Thanks for the report. I have full 6700 with stock cables and guides on one bike. I went back and rode my bike with Ultegra SL yesterday and find it much smoother with less pressure needed to shift.


----------



## Clevor (Sep 8, 2005)

I was just thinking the other day about the 'clothelines' inherent to pre-6700/7900 Shimano groupsets. Maybe that is why they shift slicker and with less effort. And perhaps that accounts for the clunky nature of Campy shifting. I mean it's not rocket science; it's pretty intuitive. Yeah, hidden cables look real nice, but there is no free lunch. Those cables sticking straight out maybe have less friction.

I'll take those clotheslines on Shimano 7800 over Campy any day. Anybody with any semblance of objectivity will note Shimano shifts quicker, slicker, and more quietly. And no Grand Canyon distances between the trim. :thumbsup:


----------



## asad137 (Jul 29, 2009)

jksu said:


> despite advertising a 20% reduction in throw, mechanically it requires a more forceful push


Well, there's no free lunch. The derailleur still has to move the same distance, and if you change the mechanical advantage to get a shorter throw, there's no way around it requiring more force. The cables may add additional friction on top of this, though.

Asad


----------



## jksu (Mar 8, 2004)

*update*

riding about a month...

shifting in the rear had gotten a bit off the past few weeks. i tighted up the cable tension with a couple twists of the knob at the derailleur and all is shifting perfectly now, as good as 7800. a lot of complaints from some new 7900/6700 adopters maybe just typical new bike/cable adjustment.

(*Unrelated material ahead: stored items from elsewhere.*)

"""Speed of the several-machine layout on one box: producers -> Redis stream -> learner -> model
published to Redis -> remote scorer (``trimtab serve --role scorer``), all real processes on loopback.

Prints a table; the last line is one JSON object:

* ``stream_events_per_s``: events a learner (``trimtab serve`` with ``[feed]``, no local scorers)
  takes from a pre-filled Redis stream, journals, learns and acknowledges, per wall second; and
  ``stream_vs_http``: that rate over the same learner's rate for the same events posted as
  500-event NDJSON bodies by two HTTP producers (the baseline, same run);
* ``scorer_scores_per_s``: single-event ``/v1/score`` answers per second of one remote scorer under a
  closed loop of 8 connections; ``scorer_vs_learner``: over the learner answering the same load
  itself (idle learner, same run);
* ``publish_to_serve_ms_p99`` (goal <= 250 ms): after the learner answers a post (the events are
  learned and the new model is handed to its Redis publisher), until the scorer's
  ``/v1/model/serving`` names the learner's new state digest; measured from outside by polling
  every millisecond, so it includes one poll's round trip (``poll_rtt_ms``, printed);
* ``*_cpu_s``: CPU seconds each process used during its measurement (the machine is shared: CPU
  time travels better than wall time), and peak RSS (``VmHWM``) of the learner and the scorer.

Usage: ``python3 benchmarks/redis_scale.py [--events 60000] [--rounds 200] [--seconds 4]``.
Needs ``redis-server`` on the PATH. Run from the repository root.
"""

from __future__ import annotations

import argparse
import asyncio
import json
import os
import platform
import shutil
import signal
import subprocess
import sys
import tempfile
import time
import urllib.request
from pathlib import Path

import orjson

ROOT = Path(__file__).resolve().parents[1]
sys.path.insert(0, str(ROOT))

from service.config import FeedConfig, PublishConfig  # noqa: E402
from tests.service.rediskit import RedisServer  # noqa: E402
from tests.service.servicekit import TOKEN, ServeProcess, demo_events, make_config, toml_text  # noqa: E402

AUTH = {"Authorization": f"Bearer {TOKEN}"}
STREAM = "bench.events"
TICK = os.sysconf("SC_CLK_TCK")


def cpu_s(pid: int) -> float:
    """User + system CPU seconds of a process so far."""
    fields = Path(f"/proc/{pid}/stat").read_text().rsplit(")", 1)[1].split()
    return (int(fields[11]) + int(fields[12])) / TICK


def peak_rss_mb(pid: int) -> float:
    for line in Path(f"/proc/{pid}/status").read_text().splitlines():
        if line.startswith("VmHWM:"):
            return int(line.split()[1]) / 1024
    return float("nan")


def _get(url: str, path: str) -> tuple[int, bytes]:
    req = urllib.request.Request(url + path, headers=AUTH)
    try:
        with urllib.request.urlopen(req, timeout=30) as r:
            return r.status, r.read()
    except urllib.error.HTTPError as err:
        return err.code, err.read()


def _post_events(url: str, events: list[dict]) -> None:
    req = urllib.request.Request(url + "/v1/events", data=b"\n".join(orjson.dumps(e) for e in events),
                                 headers={**AUTH, "Content-Type": "application/x-ndjson"}, method="POST")
    with urllib.request.urlopen(req, timeout=120) as r:
        assert r.status == 200


def write_config(folder: Path, name: str, redis_url: str, *, feed: bool) -> Path:
    cfg = make_config(folder / f"data-{name}", scorers=0)
    update = {"publish": PublishConfig(source=redis_url, key=f"bench.{name}.model")}
    if feed:
        update["feed"] = FeedConfig(source=redis_url, stream=STREAM, group="bench", consumer="learner-1")
    path = folder / f"{name}.toml"
    path.write_text(toml_text(cfg.model_copy(update=update)))
    return path


def start(path: Path, *args: str) -> ServeProcess:
    proc = ServeProcess(path, args=args)
    proc.wait_ready()
    return proc


# ------------------------------------------------------------------ measurements
def stream_rate(folder: Path, redis_url: str, n: int) -> dict:
    import redis

    client = redis.Redis.from_url(redis_url)
    events = demo_events(n, tag="s")
    for k in range(0, n, 1000):
        pipe = client.pipeline(transaction=False)
        for e in events[k:k + 1000]:
            pipe.xadd(STREAM, {"event": orjson.dumps(e)})
        pipe.execute()
    learner = start(write_config(folder, "stream", redis_url, feed=True))
    t0, c0 = time.perf_counter(), cpu_s(learner.proc.pid)
    while True:
        feed = orjson.loads(_get(learner.url, "/readyz")[1])["feed"]
        if feed["consumed"] >= n:
            break
        time.sleep(0.01)
    took, cpu = time.perf_counter() - t0, cpu_s(learner.proc.pid) - c0
    pending = client.xpending(STREAM, "bench")["pending"]
    learner.stop()
    client.close()
    return {"events_per_s": n / took, "cpu_s": cpu, "pending_after": pending}


def http_rate(folder: Path, redis_url: str, n: int) -> dict:
    from concurrent.futures import ThreadPoolExecutor

    learner = start(write_config(folder, "http", redis_url, feed=False))
    events = demo_events(n, tag="h")
    bodies = [events[k:k + 500] for k in range(0, n, 500)]
    t0, c0 = time.perf_counter(), cpu_s(learner.proc.pid)
    with ThreadPoolExecutor(2) as pool:
        list(pool.map(lambda b: _post_events(learner.url, b), bodies))
    took, cpu = time.perf_counter() - t0, cpu_s(learner.proc.pid) - c0
    return {"learner": learner, "events_per_s": n / took, "cpu_s": cpu}


async def _closed_loop(url: str, seconds: float, conns: int = 8) -> float:
    import aiohttp

    body = orjson.dumps({"features": demo_events(1, tag="q")[0]["features"]})
    headers = {**AUTH, "Content-Type": "application/json"}
    done = 0
    async with aiohttp.ClientSession(connector=aiohttp.TCPConnector(limit=conns)) as s:
        stop = time.perf_counter() + seconds

        async def worker():
            nonlocal done
            while time.perf_counter() < stop:
                async with s.post(url + "/v1/score", data=body, headers=headers) as r:
                    await r.read()
                    done += r.status == 200
        t0 = time.perf_counter()
        await asyncio.gather(*(worker() for _ in range(conns)))
        return done / (time.perf_counter() - t0)


def score_rate(proc: ServeProcess, seconds: float) -> dict:
    asyncio.run(_closed_loop(proc.url, 0.5))  # warm: connections, the first calls of the compiled scorer
    c0, me0 = cpu_s(proc.proc.pid), time.process_time()
    rps = asyncio.run(_closed_loop(proc.url, seconds))
    return {"scores_per_s": rps, "cpu_s": cpu_s(proc.proc.pid) - c0, "load_generator_cpu_s": time.process_time() - me0}


def publish_to_serve(learner: ServeProcess, scorer: ServeProcess, rounds: int) -> dict:
    delays, rtts = [], []
    for k in range(rounds):
        _post_events(learner.url, demo_events(10, tag=f"p{k}-"))
        t0 = time.perf_counter()
        want = orjson.loads(_get(learner.url, "/v1/model/serving")[1])["state_digest"]
        while True:
            t = time.perf_counter()
            got = orjson.loads(_get(scorer.url, "/v1/model/serving")[1])
            rtts.append(time.perf_counter() - t)
            if got.get("state_digest") == want:
                break
            time.sleep(0.001)
        delays.append(time.perf_counter() - t0)
    delays.sort()
    rtts.sort()
    return {"p50_ms": 1e3 * delays[len(delays) // 2], "p99_ms": 1e3 * delays[int(0.99 * (len(delays) - 1))],
            "max_ms": 1e3 * delays[-1], "poll_rtt_ms": 1e3 * rtts[len(rtts) // 2]}


def main() -> int:
    ap = argparse.ArgumentParser(description=__doc__.split("\n\n")[0])
    ap.add_argument("--events", type=int, default=60_000)
    ap.add_argument("--rounds", type=int, default=200)
    ap.add_argument("--seconds", type=float, default=4.0)
    args = ap.parse_args()
    if shutil.which("redis-server") is None:
        print(json.dumps({"skipped": "redis-server is not installed"}))
        return 0
    os.environ.setdefault("TRIMTAB_TEST_TOKEN", TOKEN)
    with tempfile.TemporaryDirectory(prefix="trimtab-redis-bench-") as tmp:
        folder = Path(tmp)
        server = RedisServer(folder / "redis", appendonly=True)
        procs: list[ServeProcess] = []
        try:
            stream = stream_rate(folder, server.url, args.events)
            http = http_rate(folder, server.url, args.events)
            learner = http.pop("learner")
            procs.append(learner)
            scorer = start(write_config(folder, "http", server.url, feed=False), "--role", "scorer")
            procs.append(scorer)
            own = score_rate(learner, args.seconds)
            remote = score_rate(scorer, args.seconds)
            p2s = publish_to_serve(learner, scorer, args.rounds)
            rss = {"learner_peak_rss_mb": peak_rss_mb(learner.proc.pid),
                   "scorer_peak_rss_mb": peak_rss_mb(scorer.proc.pid)}
        finally:
            for p in procs:
                if p.proc.poll() is None:
                    p.proc.send_signal(signal.SIGTERM)
                    p.proc.wait(60)
            server.stop()
    out = {
        "stream_events_per_s": round(stream["events_per_s"]), "stream_learner_cpu_s": round(stream["cpu_s"], 2),
        "stream_pending_after": stream["pending_after"],
        "http_events_per_s": round(http["events_per_s"]), "http_learner_cpu_s": round(http["cpu_s"], 2),
        "stream_vs_http": round(stream["events_per_s"] / http["events_per_s"], 3),
        "scorer_scores_per_s": round(remote["scores_per_s"]), "scorer_cpu_s": round(remote["cpu_s"], 2),
        "learner_scores_per_s": round(own["scores_per_s"]), "learner_score_cpu_s": round(own["cpu_s"], 2),
        "scorer_vs_learner": round(remote["scores_per_s"] / own["scores_per_s"], 3),
        "load_generator_cpu_s": round(remote["load_generator_cpu_s"], 2),
        "publish_to_serve_ms_p50": round(p2s["p50_ms"], 1), "publish_to_serve_ms_p99": round(p2s["p99_ms"], 1),
        "publish_to_serve_ms_max": round(p2s["max_ms"], 1), "poll_rtt_ms": round(p2s["poll_rtt_ms"], 2),
        "publish_to_serve_p99_vs_poll_rtt": round(p2s["p99_ms"] / p2s["poll_rtt_ms"], 1),
        **{k: round(v, 1) for k, v in rss.items()},
        "events": args.events, "rounds": args.rounds, "machine": platform.machine(), "cores": os.cpu_count(),
        "load_avg_1m": round(os.getloadavg()[0], 2),
    }
    width = max(map(len, out))
    for k, v in out.items():
        print(f"{k:<{width}}  {v}")
    print(json.dumps(out))
    return 0


if __name__ == "__main__":
    sys.exit(main())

definitely do not plan going back to 7800 -- the 6700 are great.

jksu




jksu said:


> just took my first long ride with the 6700 shifters installed (hilly 60miler), with yokozuna cables. rest of drivetrain is 7800.
> 
> pros:
> - flat top, large girth levers (the reason i did the swap for the 7800 shifters) great for riding on the hoods
> ...


----------



## Clevor (Sep 8, 2005)

jksu said:


> riding about a month...
> 
> shifting in the rear had gotten a bit off the past few weeks. i tighted up the cable tension with a couple twists of the knob at the derailleur and all is shifting perfectly now, as good as 7800. a lot of complaints from some new 7900/6700 adopters maybe just typical new bike/cable adjustment.
> 
> ...


The great thing about 7900 being out is I now can afford 7800!  My bike came stock with Ultegra shifters but at $400-500 for 7800 shifters just 1-2 years ago, forget it. Now you can pick them up for under $300. Same with 7800 brakes.

Velonews did a review and said no difference in shifting between 7900 and 6700, as long as it's set up right.

I have 6703 planned for my trainer bike. For the same price on a groupset, all I could get with Campy is a double Athena.


----------